● Work instruction: Within the records, tally the lines that contain "example" and reply with that number only.

--*--

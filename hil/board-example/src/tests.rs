//! Host tests of the board-independent half: the committed profile blob, the bridge's record
//! layout through the core's ingest stage, and the station fed the bridge's records.

use crate::fifo::{event_record, rollover_record, to_receiver, FORMAT, RECORD_BYTES};
use crate::profile::PROFILE;
use slotwise::ingest::Ingest;
use slotwise::TdcEvent;
use slotwise_hil::blob::ProfileBlob;
use slotwise_hil::Station;

#[test]
fn committed_profile_carries_the_bridge_layout() {
    let p = ProfileBlob::decode(PROFILE).expect("the committed profile decodes");
    // The bench scenario's receiver: a 48-bit TDC counter at 1 ps, and the bridge's word layout.
    assert_eq!(p.setup.tdc.counter_bits(), 48);
    assert_eq!(p.words, Some(FORMAT));
    // No hint compiled in: the transmitter's hello gives it at run time.
    assert_eq!((p.board.hint_t_ps, p.board.hint_tx_slot), (0, 0));
}

#[test]
fn bridge_records_decode_through_the_core_ingest() {
    // The layout table in fifo.rs: an event, a rollover of one wrap, an event, a record of an
    // unknown kind, an event on channel 9 (above the maximum of 7).
    let mut bytes = Vec::new();
    bytes.extend_from_slice(&event_record(0xFFFF_FFF0, 2));
    bytes.extend_from_slice(&rollover_record(1));
    bytes.extend_from_slice(&event_record(0x10, 5));
    bytes.extend_from_slice(&[0u8; RECORD_BYTES]);
    bytes.extend_from_slice(&event_record(0x20, 9));
    let mut ingest = Ingest::new(FORMAT);
    let mut out = [TdcEvent {
        count: 0,
        channel: 0,
    }; 8];
    let done = ingest.push(&bytes, &mut out);
    assert_eq!(done.events, 2);
    assert_eq!(
        out[0],
        TdcEvent {
            count: 0xFFFF_FFF0,
            channel: 2
        }
    );
    assert_eq!(
        out[1],
        TdcEvent {
            count: (1 << 32) | 0x10,
            channel: 5
        }
    );
    let c = ingest.counts();
    assert_eq!((c.malformed_words, c.rollover_gaps), (2, 0));
}

#[test]
fn receiver_counter_keeps_the_configured_width() {
    let ev = TdcEvent {
        count: (0xABCD << 48) | 0x1234_5678_9ABC,
        channel: 1,
    };
    assert_eq!(to_receiver(ev, 48).count, 0x1234_5678_9ABC);
    assert_eq!(to_receiver(ev, 64).count, ev.count);
    assert_eq!(to_receiver(ev, 32).count, 0x5678_9ABC);
}

#[test]
fn the_station_takes_the_bridges_records_from_a_cold_start() {
    let mut st = Box::new(Station::new(PROFILE).expect("station"));
    // 10 ns apart at 1 ps per tick: one detection per slot of the 100 MHz scenario, across a
    // wrap of the 32-bit time field, cut into odd pieces as DMA halves may cut them.
    let mut bytes = Vec::new();
    let start: u64 = 0xFFF0_0000;
    for i in 0..256u64 {
        let t = start + i * 10_000;
        if t >> 32 != (t - 10_000) >> 32 {
            bytes.extend_from_slice(&rollover_record(1));
        }
        bytes.extend_from_slice(&event_record(t as u32, (i % 2) as u8));
    }
    for piece in bytes.chunks(100) {
        st.push_words(piece).expect("words");
    }
    let c = st.counts();
    assert_eq!(c.totals.detections, 256);
    assert_eq!((c.ingest.malformed_words, c.ingest.rollover_gaps), (0, 0));
    // 256 detections cannot lock a cold recovered clock: nothing is announced yet, and every
    // detection is accounted for.
    assert_eq!(st.link().counters().announcements, 0);
    let s = st.summary();
    assert_eq!(s.accounting.total(), 256);
}
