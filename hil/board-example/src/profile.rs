//! The receiver's settings as they sit in flash: a profile blob (`slotwise profile compile`,
//! layout in `slotwise_hil::blob`) with the setup, the board settings and the word layout of the
//! board's FIFO bridge ([`crate::fifo`]), each section with its own CRC.
//!
//! One blob rather than several symbols, so a board team replaces the settings as one file, e.g.
//! by linking a different blob or by writing it to a flash sector of its own. It is made from
//! `profile/receiver.toml` (the invented bench scenario's receiver) with
//!
//! ```sh
//! slotwise profile compile profile/receiver.toml -o profile/receiver.swblob \
//!   --words bytes=8,endian=little,time=0:32,channel=32:4,kind=56:8,event=165,rollover=90,count=40:16,max-channel=7
//! ```

/// The example profile committed beside the firmware (invented bench scenario, 100 MHz slots).
pub static PROFILE: &[u8] = include_bytes!("../profile/receiver.swblob");
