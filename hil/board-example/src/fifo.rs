//! The record layout of the board's TDC FIFO bridge (invented for this example), and the step
//! from the ingest stage's counter to the receiver's.
//!
//! | bits | field |
//! |---|---|
//! | 0..32 | time: the TDC's narrow counter, in ticks of the setup's resolution |
//! | 32..36 | channel: TDC input 0..=7 (values 8..=15 are counted as malformed) |
//! | 36..40 | unused, sent as 0 |
//! | 40..56 | rollover count: wraps of the 32-bit time field this record stands for |
//! | 56..64 | kind: 0xA5 an event, 0x5A a rollover |
//!
//! Eight bytes, little endian, so the FIFO's 64-bit words reach memory as the bridge wrote them.
//! Kind values far apart in Hamming distance (all eight bits differ) make it unlikely that line
//! noise turns one kind into the other; anything else is counted as malformed.
//!
//! The ingest stage widens the 32-bit time with the rollover records. The receiver's own
//! timestamp stage then expects a counter of the setup's width (32..=64 bits) and widens that
//! again, so [`to_receiver`] keeps the low bits: since the width is at least the time field's,
//! those bits are exactly what a TDC with a counter of that width would have reported.

use slotwise::words::{BitField, Endian, KindField, WordFormat, WordLayout};
use slotwise::TdcEvent;

/// Bytes per record.
pub const RECORD_BYTES: usize = 8;
/// Kind value of an event record.
pub const KIND_EVENT: u8 = 0xA5;
/// Kind value of a rollover record.
pub const KIND_ROLLOVER: u8 = 0x5A;

/// The bridge's record layout.
pub const LAYOUT: WordLayout = WordLayout {
    record_bytes: RECORD_BYTES as u8,
    endian: Endian::Little,
    time: BitField::new(0, 32),
    channel: BitField::new(32, 4),
    kind: Some(KindField {
        field: BitField::new(56, 8),
        event: KIND_EVENT,
        rollover: KIND_ROLLOVER,
        rollover_count: BitField::new(40, 16),
    }),
    max_channel: 7,
};

/// The layout, checked when the firmware is compiled.
#[allow(clippy::panic)] // Evaluated at compile time: a bad layout fails the build, never the board.
pub const FORMAT: WordFormat = match WordFormat::new(LAYOUT) {
    Ok(f) => f,
    Err(_) => panic!("the bridge's record layout is refused by slotwise::words"),
};

/// The ingest stage's event with its counter cut to the receiver's `counter_bits` (32..=64).
pub const fn to_receiver(ev: TdcEvent, counter_bits: u8) -> TdcEvent {
    let count = if counter_bits >= 64 {
        ev.count
    } else {
        ev.count & ((1u64 << counter_bits) - 1)
    };
    TdcEvent {
        count,
        channel: ev.channel,
    }
}

/// An event record of the bridge (for tests and a bridge simulator).
pub const fn event_record(time: u32, channel: u8) -> [u8; RECORD_BYTES] {
    (time as u64 | ((channel as u64 & 0xF) << 32) | ((KIND_EVENT as u64) << 56)).to_le_bytes()
}

/// A rollover record standing for `wraps` wraps of the time field.
pub const fn rollover_record(wraps: u16) -> [u8; RECORD_BYTES] {
    (((wraps as u64) << 40) | ((KIND_ROLLOVER as u64) << 56)).to_le_bytes()
}
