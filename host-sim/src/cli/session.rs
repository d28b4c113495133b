//! One receiver session of a command: built with the host transmitter, the live-statistics
//! monitor, the key tap and the classical-channel hint, and finished with the link's last frames
//! and the key file.

use super::AnyErr;
use crate::clocks::ClockStages;
use crate::link::keyfile::KeyTap;
use crate::link::report::link_summary;
use crate::link::tx::HostTransmitter;
use crate::link::{FramedLink, HostTx, LinkModel};
use crate::replay::{Session, SessionResult, TraceRequest};
use crate::setup::ReceiverSetup;
use crate::sim::{SimTransmitter, TxSource};
use crate::summary::Summary;
use slotwise::{ReceiverConfig, SiftedBit};
use std::path::Path;

/// A session of the core `cfg` on `clock` for the receiver `rs`, answered by `tx`: the monitor
/// with the receiver's alarms, a key tap, and the classical channel's hello when there is one.
/// `truth_checked` when the simulator's truth comes with the events.
pub(super) fn open_session(
    cfg: ReceiverConfig,
    stages: ClockStages,
    rs: &ReceiverSetup,
    tx: HostTx,
    hint: Option<(u64, u64)>,
    truth_checked: bool,
    trace: Option<TraceRequest>,
) -> Result<(Session<HostTx>, KeyTap), AnyErr> {
    let mut session = Session::new(cfg, stages, tx, rs.block_s(), truth_checked, trace)?
        .with_monitor(rs.checked.stats, rs.checked.alarms);
    let tap = KeyTap::new();
    session.set_key_tap(Box::new(tap.clone()));
    if let Some((t_ps, slot)) = hint {
        session.hint(t_ps, slot);
    }
    Ok((session, tap))
}

/// The host transmitter answering from `source`: over the framed link when `link` is given
/// (revealing the bits `reveal_seed` picks), else in memory.
pub(super) fn host_tx(
    source: TxSource,
    reveal_seed: u64,
    link: Option<LinkModel>,
) -> Result<HostTx, AnyErr> {
    Ok(match link {
        Some(m) => HostTx::Framed(Box::new(FramedLink::with_transmitter(
            HostTransmitter::with_source(source, reveal_seed, m.test_fraction),
            m,
        )?)),
        None => HostTx::Direct(Box::new(SimTransmitter::with_source(source))),
    })
}

/// A finished session, the receiver's sifted bits, and key blocks written (when a file was asked).
type Finished = (SessionResult<HostTx>, Vec<SiftedBit>, Option<u64>);

/// End a session: let the link's last frames arrive, finish the receiver, close the link,
/// write the key file. Returns the result and the receiver's sifted bits in emission order.
pub(super) fn finish_session(
    mut session: Session<HostTx>,
    tap: &KeyTap,
    key_out: Option<&Path>,
) -> Result<Finished, AnyErr> {
    if let Some(l) = session.tx_mut().framed_mut() {
        l.drain();
        session.service();
    }
    let mut res = session.finish()?;
    if let Some(l) = res.tx.framed_mut() {
        l.close();
    }
    let rounds = res.tx.framed().filter(|l| l.endpoint().rounds().is_some());
    let blocks = match (key_out, rounds) {
        // Round mode: the post-processing host keeps only the key of verified rounds.
        (Some(p), Some(l)) => Some(tap.write_kept(
            p,
            &slotwise::Summary::of(&res.rx),
            |s| l.keeps_slot(s),
            l.verdicts(),
        )?),
        (Some(p), None) => Some(tap.write(p, &slotwise::Summary::of(&res.rx))?),
        (None, _) => None,
    };
    let bits = std::mem::take(&mut tap.0.borrow_mut().bits);
    Ok((res, bits, blocks))
}

/// Fill the summary's `link` object (framed runs) and print where the key file went.
pub(super) fn add_link(
    summary: &mut Summary,
    res: &SessionResult<HostTx>,
    bits: &[SiftedBit],
    blocks: Option<u64>,
    key_out: Option<&Path>,
) {
    if let Some(l) = res.tx.framed() {
        let mut ls = link_summary(l, bits);
        ls.key_blocks_written = blocks;
        ls.key_file = key_out.map(|p| p.display().to_string());
        summary.link = Some(ls);
    } else if let (Some(n), Some(p)) = (blocks, key_out) {
        eprintln!("wrote {} ({n} key blocks)", p.display());
    }
}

--*--

● The answer: 5